Continual/Lifelong learning (CL) of high-dimensional data streams is a challenging research problem far from being solved. CORe50 is a new dataset and benchmark specifically designed for assessing Continual Learning techniques in an Object Recognition context. This is provided along with a few baseline approaches for three different continual learning scenarios.
Number of elements: 50
Overall size of the datatsets: 25
Additiional information: One of the greatest goals of AI is building an artificial continual learning agent which can construct a sophisticated understanding of the external world from its own experience through the adaptive, goal-oriented and incremental development of ever more complex skills and knowledge. Yet, Continual/Lifelong learning (CL) of high-dimensional data streams is a challenging research problem far from being solved. In fact, fully retraining models each time new data becomes available is infeasible, due to computational and storage issues, while naïve continual learning strategies have been shown to suffer from catastrophic forgetting. Moreover, even in the context of real-world object recognition applications (e.g. robotics), where continual learning is crucial, very few datasets and benchmarks are available to evaluate and compare emerging techniques.
In this asset we provide a new dataset and benchmark, specifically designed for assessing Continual Learning techniques in an Object Recognition context, along with a few baseline approaches for three different continual learning scenarios. Futhermore, we recently extended CORe50 to support object detection and segmentation.

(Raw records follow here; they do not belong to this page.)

//! Terminal input, reduced to what the app reacts to: key presses and resizes.

use ratatui::crossterm::event::{self, Event};
use std::io;
use std::time::Duration;

/// Something from the terminal the app must react to.
#[derive(Debug, Clone, PartialEq)]
pub enum Input {
    Key(event::KeyEvent),
    /// The size changed; redraw. A 0×0 size (a dropped SSH session) is not drawn.
    Resize,
}

/// Wait up to `timeout` for input; `None` when nothing came. Mouse, focus and paste
/// events are not enabled, and any that arrive anyway are dropped.
pub fn next(timeout: Duration) -> io::Result<Option<Input>> {
    if !event::poll(timeout)? {
        return Ok(None);
    }
    Ok(match event::read()? {
        Event::Key(k) => Some(Input::Key(k)),
        Event::Resize(..) => Some(Input::Resize),
        _ => None,
    })
}
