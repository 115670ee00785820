//! The key map: the shared bindings (everywhere, at the top of every view, moving, editing,
//! the overlays) live here; each view declares its own in a table beside its code
//! ([`super::views::View::keys`]). The footer and the help overlay are generated from these
//! tables, so they cannot disagree with what keys do.

pub use super::key::Key;
use super::strings::keys as label;
use super::views::ViewId;

/// What a key asks for. Views interpret the moving and verb actions in their own way.
#[derive(Debug, Clone, Copy, PartialEq, Eq)]
pub enum Action {
    Quit,
    Interrupt,
    Help,
    NextView,
    PrevView,
    AddNote,
    Up,
    Down,
    Left,
    Right,
    PageUp,
    PageDown,
    Home,
    End,
    Activate,
    Type(char),
    Save,
    /// Go on without what is asked (a guided check's step).
    Skip,
    AddRow,
    RemoveRow,
    /// To the speed or the dial column of the same row.
    ToSpeedColumn,
    ToDialColumn,
    NextModel,
    PrevModel,
    AutoModel,
    /// Show the API RP 13D field relations in place of the model (and back).
    ToggleRelations,
    /// Keep readings at or above full scale in the fit, or leave them out again.
    TogglePegged,
    Accept,
    AcceptNext,
    AcceptPrev,
    AcceptUp,
    AcceptDown,
    Cancel,
    DeleteBack,
    DeleteForward,
    ClearField,
    Close,
    Yes,
    No,
}

/// Where a binding applies.
#[derive(Debug, Clone, Copy, PartialEq, Eq)]
pub enum Scope {
    /// Everywhere, even while typing or with an overlay open.
    Always,
    /// At the top level of every view.
    Global,
    /// Moving around, at the top level of every view.
    Moving,
    /// The active view's own bindings (its `keys()` table).
    View,
    /// The active view's own bindings that apply at its top level and also while one of its
    /// fields is being typed into (its `keys()` table too): Ctrl-S to save a form. Never a
    /// printable key (those go to the field), so only Ctrl and function keys.
    ViewTyping,
    /// While a field is being typed into (including the note box).
    Editing,
    /// The note box, before the editing keys.
    NoteBox,
    Help,
    ConfirmQuit,
}

/// What the screen is doing, which decides the scopes searched.
#[derive(Debug, Clone, Copy, PartialEq, Eq)]
pub enum Context {
    Top(ViewId),
    Editing,
    /// Typing in the note box: the editing keys, but Enter saves and Tab goes nowhere.
    Note,
    Help,
    ConfirmQuit,
}

impl Context {
    /// Scopes to search, most specific first.
    pub fn scopes(self) -> Vec<Scope> {
        match self {
            Context::Top(_) => vec![
                Scope::View,
                Scope::ViewTyping,
                Scope::Moving,
                Scope::Global,
                Scope::Always,
            ],
            Context::Editing => vec![Scope::ViewTyping, Scope::Editing, Scope::Always],
            Context::Note => vec![Scope::NoteBox, Scope::Editing, Scope::Always],
            Context::Help => vec![Scope::Help, Scope::Always],
            Context::ConfirmQuit => vec![Scope::ConfirmQuit, Scope::Always],
        }
    }

    /// Scopes the footer lists: the note box names its own keys only.
    fn footer_scopes(self) -> Vec<Scope> {
        match self {
            Context::Note => vec![Scope::NoteBox, Scope::Always],
            other => other.scopes(),
        }
    }
}

/// One row of the map.
#[derive(Debug, Clone, Copy)]
pub struct Binding {
    pub scope: Scope,
    pub keys: &'static [Key],
    pub action: Action,
    pub label: &'static str,
    /// Shown in the footer (the help always shows every binding).
    pub footer: bool,
}

pub const fn b(scope: Scope, keys: &'static [Key], action: Action, label: &'static str) -> Binding {
    Binding {
        scope,
        keys,
        action,
        label,
        footer: true,
    }
}

/// Same as `b`, but only listed in the help.
pub const fn h(scope: Scope, keys: &'static [Key], action: Action, label: &'static str) -> Binding {
    Binding {
        footer: false,
        ..b(scope, keys, action, label)
    }
}

use Action as A;
use Key as K;
use Scope as S;

/// The shared bindings, in the order the help lists them.
pub const BINDINGS: &[Binding] = &[
    b(S::Always, &[K::Ctrl('c')], A::Interrupt, label::INTERRUPT),
    b(S::Global, &[K::Char('?')], A::Help, label::HELP),
    b(S::Global, &[K::Char('q')], A::Quit, label::QUIT),
    b(S::Global, &[K::Tab], A::NextView, label::NEXT_VIEW),
    h(S::Global, &[K::BackTab], A::PrevView, label::PREV_VIEW),
    b(S::Global, &[K::Char('n')], A::AddNote, label::ADD_NOTE),
    h(S::Moving, &[K::Up, K::Char('k')], A::Up, label::UP),
    h(S::Moving, &[K::Down, K::Char('j')], A::Down, label::DOWN),
    h(S::Moving, &[K::Left, K::Char('h')], A::Left, label::LEFT),
    h(S::Moving, &[K::Right, K::Char('l')], A::Right, label::RIGHT),
    h(S::Moving, &[K::PageUp], A::PageUp, label::PAGE_UP),
    h(S::Moving, &[K::PageDown], A::PageDown, label::PAGE_DOWN),
    h(S::Moving, &[K::Home, K::Char('g')], A::Home, label::HOME),
    h(S::Moving, &[K::End, K::Char('G')], A::End, label::END),
    b(S::Editing, &[K::Enter], A::Accept, label::ACCEPT),
    b(S::Editing, &[K::Tab], A::AcceptNext, label::ACCEPT_NEXT),
    h(S::Editing, &[K::BackTab], A::AcceptPrev, label::ACCEPT_PREV),
    h(S::Editing, &[K::Up], A::AcceptUp, label::ACCEPT_UP),
    h(S::Editing, &[K::Down], A::AcceptDown, label::ACCEPT_DOWN),
    b(S::Editing, &[K::Esc], A::Cancel, label::CANCEL_EDIT),
    h(
        S::Editing,
        &[K::Backspace],
        A::DeleteBack,
        label::DELETE_BACK,
    ),
    h(
        S::Editing,
        &[K::Delete],
        A::DeleteForward,
        label::DELETE_FORWARD,
    ),
    h(S::Editing, &[K::Left], A::Left, label::CURSOR_LEFT),
    h(S::Editing, &[K::Right], A::Right, label::CURSOR_RIGHT),
    h(
        S::Editing,
        &[K::Home, K::Ctrl('a')],
        A::Home,
        label::CURSOR_HOME,
    ),
    h(
        S::Editing,
        &[K::End, K::Ctrl('e')],
        A::End,
        label::CURSOR_END,
    ),
    h(
        S::Editing,
        &[K::Ctrl('u')],
        A::ClearField,
        label::CLEAR_FIELD,
    ),
    b(S::NoteBox, &[K::Enter], A::Accept, label::SAVE_NOTE),
    b(S::NoteBox, &[K::Esc], A::Cancel, label::CANCEL_NOTE),
    b(
        S::Help,
        &[K::Char('?'), K::Char('q'), K::Enter, K::Esc],
        A::Close,
        label::CLOSE,
    ),
    h(S::Help, &[K::Up, K::Char('k')], A::Up, label::UP),
    h(S::Help, &[K::Down, K::Char('j')], A::Down, label::DOWN),
    h(S::Help, &[K::PageUp], A::PageUp, label::PAGE_UP),
    h(
        S::Help,
        &[K::PageDown, K::Char(' ')],
        A::PageDown,
        label::PAGE_DOWN,
    ),
    b(
        S::ConfirmQuit,
        &[K::Char('y'), K::Ctrl('c')],
        A::Yes,
        label::YES_QUIT,
    ),
    b(
        S::ConfirmQuit,
        &[K::Char('n'), K::Esc],
        A::No,
        label::NO_STAY,
    ),
];

/// The action a pressed key stands for in this context. While typing, a printable
/// character with no binding is text for the field.
pub fn lookup(ctx: Context, key: Key, view_keys: &'static [Binding]) -> Option<Action> {
    for scope in ctx.scopes() {
        let hit = table(scope, view_keys)
            .filter(|b| b.scope == scope)
            .find_map(|b| b.keys.iter().find(|k| k.matches(key)).map(|k| (b, *k)));
        if let Some((binding, matched)) = hit {
            return Some(match (matched, key) {
                (Key::Digit, Key::Char(c)) => Action::Type(c),
                _ => binding.action,
            });
        }
    }
    match (ctx, key) {
        (Context::Editing | Context::Note, Key::Char(c)) => Some(Action::Type(c)),
        _ => None,
    }
}

/// The bindings that apply in a context, most specific first. A binding is left out when
/// an earlier one has the same action, or already takes all of its keys (Ctrl-C in the quit
/// question means "yes", so the everywhere-binding of Ctrl-C is not listed there).
pub fn bindings_for(ctx: Context, view_keys: &'static [Binding]) -> Vec<&'static Binding> {
    in_scopes(&ctx.scopes(), view_keys)
}

/// Where a scope's bindings are listed: the view's own table, or the shared one.
fn table(scope: Scope, view_keys: &'static [Binding]) -> impl Iterator<Item = &'static Binding> {
    let rows = if matches!(scope, Scope::View | Scope::ViewTyping) {
        view_keys
    } else {
        BINDINGS
    };
    rows.iter()
}

fn in_scopes(scopes: &[Scope], view_keys: &'static [Binding]) -> Vec<&'static Binding> {
    let mut out: Vec<&'static Binding> = Vec::new();
    for &scope in scopes {
        for binding in table(scope, view_keys).filter(|b| b.scope == scope) {
            let same_action = out.iter().any(|o| o.action == binding.action);
            let shadowed = binding
                .keys
                .iter()
                .all(|k| out.iter().any(|o| o.keys.contains(k)));
            if !same_action && !shadowed {
                out.push(binding);
            }
        }
    }
    out
}

/// Footer items for a context: ("key", "what it does"), in the map's order.
pub fn footer(ctx: Context, view_keys: &'static [Binding]) -> Vec<(String, &'static str)> {
    in_scopes(&ctx.footer_scopes(), view_keys)
        .into_iter()
        .filter(|b| b.footer)
        .map(|b| (key_names(b.keys), b.label))
        .collect()
}

/// All key names of a binding, as the help shows them ("Up / k").
pub fn key_names(keys: &[Key]) -> String {
    keys.iter()
        .map(|k| k.name())
        .collect::<Vec<_>>()
        .join(" / ")
}

/// Every binding of one scope, for a section of the help.
pub fn in_scope(scope: Scope) -> impl Iterator<Item = &'static Binding> {
    BINDINGS.iter().filter(move |b| b.scope == scope)
}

CORe50, specifically designed for (C)ontinual (O)bject (Re)cognition, is a collection of 50 domestic objects belonging to 10 categories: plug adapters, mobile phones, scissors, light bulbs, cans, glasses, balls, markers, cups and remote controls. Classification can be performed at object level (50 classes) or at category level (10 classes). The first task (the default one) is much more challenging because objects of the same category are very difficult to be distinguished under certain poses. The dataset has been collected in 11 distinct sessions (8 indoor and 3 outdoor) characterized by different backgrounds and lighting. For each session and for each object, a 15 seconds video (at 20 fps) has been recorded with a Kinect 2.0 sensor delivering 300 RGB-D frames.